About this exercise
Among the entries, which lines carry the string "shared"? Copy every one.

Stored data:

"""Losses around sites by beams: reach by closed form, exchange of source and receiver, workers, real water."""

from __future__ import annotations

import json
from itertools import combinations

import numpy as np
import pytest
import xarray as xr
from pyproj import Geod
from scipy.optimize import brentq

from ocean_sound.cli import run
from ocean_sound.profile import Profile
from ocean_sound.section import Seabed, Section
from ocean_sound.sensors.area import Area
from ocean_sound.sensors.coverage import Hearing, Noise, Target, detection_ranges, losses_at
from ocean_sound.sensors.hearing import Receiver
from ocean_sound.sensors.losses import LossSettings, _engine, compute_losses
from ocean_sound.sensors.sites import Site
from ocean_sound.sensors.waters import Member

STILL = Member("still", (Profile([0.0, 100.0], [1500.0, 1500.0]),))


@pytest.mark.parametrize("sensor", [12.0, 55.0])
def test_reach_equals_the_closed_form(sensor):
    """One speed, a level seabed that absorbs all, no reflection by the surface: 20 log r + a r = allowed loss."""
    settings = LossSettings(
        frequency=12e3, max_range=8e3, depths=np.linspace(5.0, 95.0, 19), bearings=3, ranges=160, kind=None,
        absorption=1.3, boundaries=False,
    )  # fmt: skip
    losses = compute_losses([Site("A", 30.0, 179.99, sensor)], [STILL], settings=settings, bathymetry=100.0)
    hearing = Hearing(Target(150.0), Receiver(8.0, 500.0), Noise([50.0]))
    reach = detection_ranges(losses, hearing, depths=[sensor])
    allowed = 150.0 - (50.0 + 10.0 * np.log10(500.0)) - 8.0
    expected = brentq(lambda r: 20.0 * np.log10(r) + 1.3e-3 * r - allowed, 10.0, 1e5)
    assert reach["detection_range"].values == pytest.approx(expected, rel=0.01)
    area = Area.box(29.95, 30.05, 179.94, -179.96, spacing=900.0, depths=[20.0, 70.0], bathymetry=100.0)
    found = losses_at(losses, area)[0, 0]
    lat, lon = np.full(area.size, 30.0), np.full(area.size, 179.99)
    away = np.asarray(Geod(ellps="WGS84").inv(lon, lat, area.cell_longitude, area.cell_latitude)[2])
    slant = np.hypot(away, area.cell_depth - sensor)
    far = (away > 500.0) & (away < 8e3)
    assert far.sum() > 200
    error = np.abs(found - 20.0 * np.log10(slant) - 1.3e-3 * slant)[far]
    assert np.median(error) < 0.2
    assert error.max() < 0.5


def test_source_and_receiver_may_be_exchanged():
    """Loss averaged over 1 km differs by less than 0.2 dB in the median; by 3000 beams."""
    water = Profile([0.0, 20.0, 45.0, 120.0], [1512.0, 1511.5, 1498.0, 1494.0])
    section = Section.from_profile(water, seabed=Seabed.flat(110.0, "sand"), max_range=5e3)
    ranges, depths = np.linspace(50.0, 5e3, 100), np.array([15.0, 40.0, 95.0])
    of = {
        z: _engine(
            section, source_depth=z, frequency=12e3, ranges=ranges, depths=depths, method="beams", phases="dropped",
            absorption=1.3, beams=3000,
        )
        for z in depths.tolist()
    }  # fmt: skip

    def averaged(loss):
        return -10.0 * np.log10((10.0 ** (-loss / 10.0)).reshape(5, 20).mean(axis=1))

    differences = np.array([
        averaged(of[depths[i]][:, j]) - averaged(of[depths[j]][:, i]) for i, j in combinations(range(3), 2)
    ])  # fmt: skip
    assert np.median(np.abs(differences)) < 0.2
    assert abs(np.median(differences)) < 0.2


def test_worker_processes_find_the_same(tmp_path):
    settings = LossSettings(
        frequency=3e3, max_range=2e3, depths=np.array([20.0, 40.0]), bearings=13, ranges=9, beams=40
    )
    sites = [Site("A", 30.0, -60.0, 40.0), Site("B", 30.0, -60.0, 60.0)]
    common = {"settings": settings, "bathymetry": 100.0}
    told = []
    by_two = compute_losses(
        sites, [STILL], folder=tmp_path, number=2, progress=lambda *done: told.append(done), **common
    )
    alone = compute_losses(sites, [STILL], **common)
    assert by_two.computed == alone.computed == 26
    assert told[-1] == (26, 26)
    for site in range(2):
        assert np.array_equal(by_two.of(0, site), alone.of(0, site))


@pytest.fixture(scope="module")
def bermuda(real_data, tmp_path_factory):
    """Receivers around Bermuda: casts of April and July 2016, GEBCO's seabed."""
    folder = tmp_path_factory.mktemp("bermuda")
    casts = [str(real_data / "exchange" / f"BIOS2016{day}_ct1.zip") for day in ("0414", "0721")]
    (folder / "plan.toml").write_text(
        f"""
        [water]
        files = {json.dumps(casts)}
        casts = ["BIOS20160414_10323_5", "BIOS20160721_61294_1"]
        members = "season"
        extend_down = true
        [seabed]
        bathymetry = {json.dumps(str(real_data / "bathymetry" / "gebco2025_6min_bermuda.nc"))}
        [area]
        corners = [[31.9, -65.2], [31.9, -64.4], [32.7, -64.4], [32.7, -65.2]]
        spacing = 4000
        [target]
        source_level = 185.0
        frequency = 2000
        depths = [60.0, 300.0]
        [receiver]
        detection_threshold = 10.0
        bandwidth = 100.0
        depths = [100.0, 400.0]
        [noise]
        wind_speeds = [4.0, 9.0]
        [sites]
        places = [[32.0, -64.9], [32.55, -64.4]]
        [choice]
        number = 2
        [run]
        max_range = 20000
        bearings = 4
        ranges = 40
        depths = 7
        beams = 100
        workers = 1
        folder = "kept"
        """,
        encoding="utf-8",
    )
    return folder


def test_receivers_around_bermuda(bermuda, capsys):
    assert run(["sensors", str(bermuda / "plan.toml"), "-o", str(bermuda / "found.nc"), "--json"]) == 0
    told = json.loads(capsys.readouterr().out)
    assert told["waters"] == 2
    assert len(told["sensors"]) == 2
    assert 0.02 < told["covered"]["1"] < 1.0
    assert set(told["mean_probability_by_group"]) == {"March to May", "June to August"}
    assert told["spread_over_waters"] > 0.0
    assert sum(told["why_deaf"].values()) <= 1.0

    with xr.open_dataset(bermuda / "found.nc") as found:
        # the island is land, and the slope around it deep
        assert float(found["seabed_depth"].min()) < 200.0
        assert float(found["seabed_depth"].max()) > 3000.0
        parts = found["missing_by_cause"].sum("cause", skipna=False)
        assert np.allclose(parts, found["missing_excess"], equal_nan=True, atol=1e-6)
        # no farther than spherical spreading and absorption would carry it by far
        assert float(found["detection_range"].max()) <= 20e3
    assert run(["sensors", str(bermuda / "plan.toml"), "--json"]) == 0
    assert json.loads(capsys.readouterr().out)["sections"]["computed"] == 0
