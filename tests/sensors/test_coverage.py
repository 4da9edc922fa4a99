"""Joint hearing against enumeration and plain simulation; reach by bearing with percentiles; codes and collisions."""

from __future__ import annotations

import itertools

import numpy as np
import pytest
from hypothesis import given
from hypothesis import strategies as st
from scipy.optimize import brentq
from scipy.stats import norm

from ocean_sound.errors import InputError
from ocean_sound.sensors.coverage import Hearing, Noise, Target, alone, detection_ranges, joint, weighted_percentiles
from ocean_sound.sensors.hearing import Receiver
from ocean_sound.sensors.noise import NoiseSpectrum, ambient_noise
from ocean_sound.sensors.sites import Site
from ocean_sound.sensors.waters import Member

from .conftest import ALPHA

RECEIVER = Receiver(8.0, 100.0)  # allowed loss = source level - noise - 28


def hearing(levels=(50.0,), shares=None, **more):
    return Hearing(Target(150.0), RECEIVER, Noise(levels, shares), **more)


def by_enumeration(probabilities, most):
    """Probability that at least 1, 2, ... of independent sensors hear, over all ways in which they may."""
    found = np.zeros(most)
    for ways in itertools.product((False, True), repeat=len(probabilities)):
        chance = np.prod([p if heard else 1.0 - p for p, heard in zip(probabilities, ways, strict=True)])
        for k in range(most):
            found[k] += chance * (sum(ways) > k)
    return found


@given(st.lists(st.floats(50.0, 100.0), min_size=1, max_size=6))
def test_joint_hearing_equals_enumeration(losses):
    found = hearing().heard(np.array(losses)[:, None])[:, 0]
    alone = norm.cdf((72.0 - np.array(losses)) / 6.0)
    assert found == pytest.approx(by_enumeration(alone, 4), abs=1e-12)


def test_states_of_the_noise_are_those_of_all_sensors_at_once():
    both = hearing((45.0, 60.0), (1.0, 3.0)).heard([[70.0], [72.0], [60.0]])[:, 0]
    expected = np.zeros(4)
    for level, share in ((45.0, 0.25), (60.0, 0.75)):
        expected += share * by_enumeration(norm.cdf((122.0 - level - np.array([70.0, 72.0, 60.0])) / 6.0), 4)
    assert both == pytest.approx(expected, abs=1e-12)


def test_correlated_codes_equal_simulation():
    """Two sensors, codes of three pulses: what all share, what a code shares, and what each pulse has of its own."""
    code = Target(150.0, pulses=3, pulse_correlation=0.4, calls=2, duration=2.0, interval=60.0, transmitters=3)
    found = Hearing(code, RECEIVER, Noise([50.0]), correlation=0.3).heard([[66.0], [70.0]], most=2)[:, 0]
    draw = np.random.default_rng(5)
    n = 400_000
    shared, of_code, own = draw.normal(size=(n, 1, 1)), draw.normal(size=(n, 2, 1)), draw.normal(size=(n, 2, 3))
    level = np.sqrt(0.3) * shared + np.sqrt(0.7) * (np.sqrt(0.4) * of_code + np.sqrt(0.6) * own)
    excess = 72.0 - np.array([66.0, 70.0])[None, :, None] + 6.0 * level
    heard = (excess >= 0.0).all(axis=2).sum(axis=1)
    clear = (1.0 - 2.0 * 2.0 / 60.0) ** 2
    for k in range(2):
        one = clear * np.mean(heard > k)
        # four standard errors of the simulation, twice for two calls
        assert found[k] == pytest.approx(1.0 - (1.0 - one) ** 2, abs=8 * np.sqrt(one * (1 - one) / n))


@pytest.mark.parametrize("pulses", [1, 3])
def test_one_sensor_alone_is_the_same_with_what_it_shares_with_others(pulses):
    code = Target(150.0, pulses=pulses, pulse_correlation=0.4, calls=2)
    both = Hearing(code, RECEIVER, Noise([45.0, 55.0]), correlation=0.3)
    loss = np.linspace(50.0, 90.0, 21)
    assert both.heard_alone(loss) == pytest.approx(both.heard(loss[None], most=1)[0], abs=1e-4)


def test_deaf_sensors_count_for_nothing():
    heard = hearing().heard([[70.0], [np.nan], [np.inf], [300.0]])[:, 0]
    assert heard == pytest.approx([norm.cdf(2.0 / 6.0), 0.0, 0.0, 0.0])


def test_moorings_pushed_down_count_by_their_share():
    up, down = np.full((2, 3, 5), 70.0), np.full((2, 3, 5), 80.0)
    found = joint([(up, 0.8), (down, 0.2)], hearing())
    parts = [by_enumeration(np.full(3, norm.cdf((72.0 - loss) / 6.0)), 4) for loss in (70.0, 80.0)]
    assert found == pytest.approx(np.broadcast_to((0.8 * parts[0] + 0.2 * parts[1])[:, None, None], (4, 2, 5)))
    shares = np.array([1.0, 3.0])
    one = alone([(up, 0.8), (down, 0.2)], shares, hearing())
    assert one == pytest.approx(0.8 * norm.cdf(2.0 / 6.0) + 0.2 * norm.cdf(-8.0 / 6.0))


def test_reach_has_percentiles_over_winds(losses_of):
    losses = losses_of([Site("A", 30.0, -60.0, 40.0)], bearings=3)
    noisy = hearing((40.0, 50.0, 55.0), (0.2, 0.5, 0.3))
    reach = detection_ranges(losses, noisy, depths=[40.0], percentiles=(10.0, 50.0, 90.0))
    ranges = [brentq(lambda r, a=122.0 - n: 20 * np.log10(r) + ALPHA * r - a, 1.0, 1e5) for n in (55.0, 50.0, 40.0)]
    assert reach["detection_range"].values[0] == pytest.approx(np.broadcast_to(ranges, (3, 3)), rel=0.01)


def test_reach_that_ends_with_the_computation_says_so(losses_of):
    losses = losses_of([Site("A", 30.0, -60.0, 40.0)], bearings=3, max_range=1e3)
    reach = detection_ranges(losses, hearing(), depths=[40.0])
    assert reach["cut"].values.all()
    assert np.all(reach["detection_range"] == 1e3)


def test_members_count_by_their_shares(losses_of, still):
    members = [Member("a", still.profiles, share=1.0), Member("b", still.profiles, share=3.0)]
    losses = losses_of([Site("A", 30.0, -60.0, 40.0)], members=members, bearings=3)
    assert losses.computed == 3  # the same water is computed once
    assert detection_ranges(losses, hearing(), depths=[40.0])["detection_range"].shape == (1, 3, 3)


@given(st.lists(st.tuples(st.floats(-5, 5), st.integers(1, 4)), min_size=1, max_size=8), st.floats(1.0, 100.0))
def test_percentiles_equal_those_of_repeated_values(values, percentile):
    x, w = np.array([v for v, _ in values]), np.array([float(k) for _, k in values])
    repeated = np.repeat(x, w.astype(int))
    expected = np.percentile(repeated, percentile, method="inverted_cdf")
    assert weighted_percentiles(x, w, [percentile])[0] == expected


def test_noise_of_a_band_and_of_a_measured_spectrum():
    one = Noise.of(5e3, 5e3, wind_speeds=[3.0, 8.0])
    assert one.levels == pytest.approx(ambient_noise(5e3, wind_speed=np.array([3.0, 8.0])))
    assert one.calm < one.levels.min()
    narrow = Noise.of(4999.0, 5001.0, wind_speeds=[3.0])
    assert narrow.levels == pytest.approx(one.levels[:1], abs=0.01)
    measured = Noise.of(1e3, 2e3, spectrum=NoiseSpectrum([500.0, 5000.0], [61.0, 61.0]))
    assert measured.levels == pytest.approx([61.0])
    assert measured.calm == pytest.approx(61.0)
    assert Noise([60.0, 40.0, 50.0], [0.2, 0.3, 0.5]).middle == 50.0


@pytest.mark.parametrize(
    ("make", "message"),
    [
        (lambda: Target(float("nan")), "source_level is nan"),
        (lambda: Target(150.0, calls=0), "calls is 0"),
        (lambda: Target(150.0, pulses=2, pulse_correlation=1.2), "pulse_correlation is 1.2"),
        (lambda: Target(150.0, transmitters=2), "several transmitters collide"),
        (lambda: Noise([np.inf]), "a level is missing"),
        (lambda: Noise([50.0], [1.0, 1.0]), "2 shares for 1 levels"),
        (lambda: hearing(correlation=1.5), "correlation is 1.5"),
        (lambda: hearing(fluctuation=-1.0), "fluctuation is -1"),
    ],
)
def test_what_makes_no_sense_is_refused(make, message):
    with pytest.raises(InputError, match=message):
        make()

Solution below
    shared, of_code, own = draw.normal(size=(n, 1, 1)), draw.normal(size=(n, 2, 1)), draw.normal(size=(n, 2, 3))
    level = np.sqrt(0.3) * shared + np.sqrt(0.7) * (np.sqrt(0.4) * of_code + np.sqrt(0.6) * own)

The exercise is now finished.